[Records excerpted from a collection]
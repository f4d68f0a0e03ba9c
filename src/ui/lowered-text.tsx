import { formulaParts, indexedParts, type TextPart } from './lowered';

export const IndexedText = ({ text }: { text: string }) => <Parts parts={indexedParts(text)} />;

export const ChemicalFormula = ({ formula }: { formula: string }) => <Parts parts={formulaParts(formula)} />;

const Parts = ({ parts }: { parts: readonly TextPart[] }) =>
  parts.map(({ text, isLowered }, place) => (isLowered ? <sub key={place}>{text}</sub> : text));
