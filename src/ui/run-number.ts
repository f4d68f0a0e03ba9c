const numeral = /^[+-]?(\d+(\.\d*)?|\.\d+)([eE][+-]?\d+)?$/;

/** The number that was typed; null for nothing, undefined for something that is not a number. */
export function typedNumber(text: string): number | null | undefined {
  const trimmed = text.trim();
  if (trimmed === '') return null;
  const value = numeral.test(trimmed) ? Number(trimmed) : Number.NaN;
  return Number.isFinite(value) ? value : undefined;
}
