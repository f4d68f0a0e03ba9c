'use client';

import { Menu } from 'lucide-react';
import Link from 'next/link';
import { usePathname } from 'next/navigation';
import { Disclosure } from './disclosure';

export type NavigationItem = { href: string; label: string };
type Props = { items: readonly NavigationItem[] };

const isAt = (path: string, href: string) => path === href || path.startsWith(`${href}/`);

/** The places in a row; on narrow screens `NavigationMenu` stands in for it. */
export function Navigation({ items }: Props) {
  const path = usePathname();
  return (
    <nav aria-label="Main" className="-mx-2.5 max-md:hidden">
      <ul className="flex gap-1">
        {items.map(({ href, label }) => (
          <li key={href}>
            <Link
              href={href}
              aria-current={isAt(path, href) ? 'page' : undefined}
              className="hover:border-field aria-[current]:border-chaff inline-flex min-h-10 items-center border-b-2 border-transparent px-2.5 aria-[current]:font-medium"
            >
              {label}
            </Link>
          </li>
        ))}
      </ul>
    </nav>
  );
}

export function NavigationMenu({ items }: Props) {
  const path = usePathname();
  return (
    <nav aria-label="Main, as a menu" className="md:hidden">
      <Disclosure
        summaryClass="hover:bg-line/50 -ml-2 inline-flex min-h-11 items-center gap-2 rounded-md px-2"
        summary={
          <>
            <Menu className="size-5" aria-hidden="true" />
            <span className="sr-only">Menu: </span>
            {items.find(({ href }) => isAt(path, href))?.label ?? 'Menu'}
          </>
        }
      >
        <ul className="bg-panel border-line absolute left-0 z-30 mt-1 w-60 rounded-lg border p-2 shadow-lg">
          {items.map(({ href, label }) => (
            <li key={href}>
              <Link
                href={href}
                aria-current={isAt(path, href) ? 'page' : undefined}
                className="hover:bg-line/50 aria-[current]:border-chaff flex min-h-11 items-center border-l-2 border-transparent px-3 aria-[current]:font-medium"
              >
                {label}
              </Link>
            </li>
          ))}
        </ul>
      </Disclosure>
    </nav>
  );
}
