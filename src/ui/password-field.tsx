'use client';

import { useState } from 'react';
import { FormField } from './form-field';

type Props = { name?: string; label?: string; autoComplete: string; hint?: string; problem?: string };

export function PasswordField({ name = 'password', label = 'Password', ...rest }: Props) {
  const [isShown, setIsShown] = useState(false);
  return (
    <div className="grid gap-2">
      <FormField name={name} label={label} type={isShown ? 'text' : 'password'} required {...rest} />
      <label className="text-muted flex items-center gap-2 text-sm">
        <input
          type="checkbox"
          checked={isShown}
          onChange={(event) => setIsShown(event.target.checked)}
          className="accent-chaff size-4"
        />
        Show the password
      </label>
    </div>
  );
}
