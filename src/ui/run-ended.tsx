import type { RunItem } from '@/src/runs/schema';
import { LinkButton } from './link-button';
import { Notice } from './notice';
import { RunInputsList } from './run-inputs-list';
import { RunProvenance } from './run-provenance';

export function RunFailed({ run }: { run: RunItem }) {
  return (
    <Ended run={run}>
      <Notice kind="danger" title="This run failed">
        <p>{run.error}</p>
        <p className="mt-1">
          Nothing was stored. Change the inputs and run it again; if it fails for the same reason, tell your
          administrator the run number {run.id}.
        </p>
      </Notice>
    </Ended>
  );
}

export function RunCancelled({ run }: { run: RunItem }) {
  return (
    <Ended run={run}>
      <Notice kind="info" title="This run was cancelled">
        <p>It was stopped before it had an answer. Its inputs are kept, so you can run it again.</p>
      </Notice>
    </Ended>
  );
}

function Ended({ run, children }: { run: RunItem; children: React.ReactNode }) {
  return (
    <div className="grid gap-6">
      {children}
      <div>
        <LinkButton href={`/runs/new?from=${run.id}`} variant="primary">
          Run again with changes
        </LinkButton>
      </div>
      <RunInputsList run={run} />
      <RunProvenance run={run} />
    </div>
  );
}
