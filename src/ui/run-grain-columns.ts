import type { RunInputs } from '@/entities/run-inputs';
import type { RunSummary } from '@/entities/run-summary';
import type { GridColumn, GridFilter } from './grid/grid-column';

const fates = { unbound: 'unbound', bound: 'bound' };
const regimes = { unbound: 'blow-out', drag: 'drag', collisions: 'collisions' };

/** Columns that the inputs give no values for are left out. */
export function runGrainColumns(summary: RunSummary, inputs: RunInputs): GridColumn[] {
  const columns: (GridColumn | false)[] = [
    { field: 'ordinal', header: 'No.', kind: 'count', widthPx: 84 },
    { field: 'label', header: 'Label', kind: 'text', widthPx: 130 },
    { field: 'material', header: 'Material', kind: 'choice', words: materialNames(summary), widthPx: 180 },
    { field: 'radiusUm', header: 'Radius', unit: 'µm', kind: 'number' },
    { field: 'densityGCm3', header: 'Density', unit: 'g/cm³', kind: 'number', widthPx: 140 },
    { field: 'count', header: 'Count', kind: 'count', widthPx: 100 },
    { field: 'beta', header: 'Beta', kind: 'number', widthPx: 110 },
    { field: 'fate', header: 'Fate', kind: 'choice', words: fates, widthPx: 110 },
    { field: 'pUnbound', header: 'P(unbound)', kind: 'number' },
    { field: 'qpr', header: 'Q_pr', kind: 'number', widthPx: 100 },
    { field: 'regime', header: 'Fastest process', kind: 'choice', words: regimes, widthPx: 150 },
    { field: 'prTimeYr', header: 'Drag time', unit: 'yr', kind: 'number', widthPx: 140 },
    inputs.disc !== undefined && {
      field: 'collisionTimeYr',
      header: 'Collision time',
      unit: 'yr',
      kind: 'number',
      widthPx: 160,
    },
    { field: 'semiMajorAxisAu', header: 'New semi-major axis', unit: 'au', kind: 'number', widthPx: 200 },
    { field: 'eccentricity', header: 'New eccentricity', kind: 'number', widthPx: 160 },
    { field: 'vInfKmS', header: 'Speed far away', unit: 'km/s', kind: 'number', widthPx: 180 },
    { field: 'temperatureK', header: 'Temperature', unit: 'K', kind: 'number', widthPx: 150 },
    inputs.charging !== undefined && {
      field: 'lorentzRatio',
      header: 'Lorentz / gravity',
      kind: 'number',
      widthPx: 160,
    },
  ];
  return columns.filter((column) => column !== false);
}

export function runGrainFilters(summary: RunSummary): GridFilter[] {
  return [
    { kind: 'choice', param: 'fate', label: 'Fate', choices: choicesOf(fates) },
    { kind: 'choice', param: 'material', label: 'Material', choices: choicesOf(materialNames(summary)) },
    { kind: 'text', param: 'label', label: 'Label' },
    { kind: 'range', minParam: 'radiusUmMin', maxParam: 'radiusUmMax', label: 'Radius', unit: 'µm' },
    { kind: 'range', minParam: 'betaMin', maxParam: 'betaMax', label: 'Beta' },
  ];
}

const materialNames = ({ perMaterial }: RunSummary) =>
  Object.fromEntries(perMaterial.map(({ material, name }) => [material, name]));

const choicesOf = (words: Readonly<Record<string, string>>) =>
  Object.entries(words).map(([value, label]) => ({ value, label }));
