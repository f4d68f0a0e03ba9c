const heavy = [
  [60, 268, 9],
  [104, 262, 6],
  [148, 258, 12],
  [205, 246, 7],
  [252, 240, 10],
  [300, 226, 5],
  [342, 222, 8],
] as const;
const light = [
  [88, 206, 4.2],
  [132, 182, 3.6],
  [176, 166, 3.8],
  [214, 132, 3],
  [258, 116, 2.6],
  [296, 84, 2.2],
  [334, 62, 1.8],
  [362, 34, 1.3],
  [236, 178, 3.2],
  [318, 130, 2.3],
  [372, 84, 1.5],
] as const;

/** The product in one picture: the heavy grains stay below the line, the light ones drift off. */
export function WinnowingFigure() {
  return (
    <svg
      viewBox="0 0 400 300"
      className="w-full"
      role="img"
      aria-label="Grains on a sloping line: large ones rest below it, small ones drift away above it"
    >
      <path d="M10 252 L392 176" className="stroke-ink" strokeWidth="1.5" fill="none" />
      <g className="fill-ink">
        {heavy.map(([x, y, r]) => (
          <circle key={x} cx={x} cy={y} r={r} />
        ))}
      </g>
      <g className="fill-chaff">
        {light.map(([x, y, r]) => (
          <circle key={`${x}-${y}`} cx={x} cy={y} r={r} />
        ))}
      </g>
      <g className="stroke-straw" strokeWidth="0.8" fill="none" opacity="0.9">
        <path d="M60 226 C150 200 260 150 388 20" />
        <path d="M100 216 C200 180 300 130 394 60" />
        <path d="M150 206 C240 176 320 140 396 100" />
      </g>
    </svg>
  );
}
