'use client';

import { useMutation, useQueryClient } from '@tanstack/react-query';
import { useEffect, useState } from 'react';
import type { RunItem } from '@/src/runs/schema';
import { Button } from './button';
import { Notice } from './notice';
import { ProgressBar } from './progress-bar';
import { apiPost, sayProblem } from './run-api';
import { durationText } from './run-duration';

export function RunWaiting({ run, isOutOfTouch }: { run: RunItem; isOutOfTouch: boolean }) {
  const client = useQueryClient();
  const cancel = useMutation({
    mutationFn: () => apiPost(`/api/v1/runs/${run.id}/cancel`),
    onSettled: () => client.invalidateQueries({ queryKey: ['run', run.id] }),
  });
  const elapsedS = useSecondsSince(run.startedAt ?? run.createdAt);
  const isQueued = run.status === 'queued';
  return (
    <section className="border-line bg-panel grid gap-4 rounded-lg border p-6" aria-label="Progress">
      <p className="font-serif text-2xl">{isQueued ? 'Waiting for a free worker' : run.stage || 'Computing'}</p>
      <ProgressBar value={run.progress} label="Progress of the run" />
      <div className="flex flex-wrap items-center justify-between gap-3">
        <p className="text-muted text-sm tabular-nums">
          {Math.round(run.progress * 100)} % done
          {elapsedS !== null && `, ${durationText(elapsedS)} ${isQueued ? 'in the queue' : 'so far'}`}
        </p>
        <Button variant="secondary" onClick={() => cancel.mutate()} disabled={cancel.isPending}>
          {cancel.isPending ? 'Cancelling ...' : 'Cancel this run'}
        </Button>
      </div>
      {cancel.isError && <Notice kind="danger">{sayProblem(cancel.error)}</Notice>}
      {isOutOfTouch && (
        <Notice kind="caution">
          The server does not answer at the moment. The run itself goes on; this page keeps asking.
        </Notice>
      )}
      <p className="text-muted text-sm">
        You can close this page: the run goes on and waits for you in the list of runs.
      </p>
    </section>
  );
}

/** Null until the page is alive, so that server and screen agree. */
function useSecondsSince(iso: string): number | null {
  const [nowMs, setNowMs] = useState<number | null>(null);
  useEffect(() => {
    const tick = () => setNowMs(Date.now());
    const timer = setInterval(tick, 1000);
    return () => clearInterval(timer);
  }, []);
  return nowMs === null ? null : (nowMs - Date.parse(iso)) / 1000;
}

### Assigned task
What are the lines, exactly as written above, from the line with "kind: 'count', widthPx: 100" to the line with "fates, widthPx: 110", both included? Output only those.

### Answer to this task
    { field: 'count', header: 'Count', kind: 'count', widthPx: 100 },
    { field: 'beta', header: 'Beta', kind: 'number', widthPx: 110 },
    { field: 'fate', header: 'Fate', kind: 'choice', words: fates, widthPx: 110 },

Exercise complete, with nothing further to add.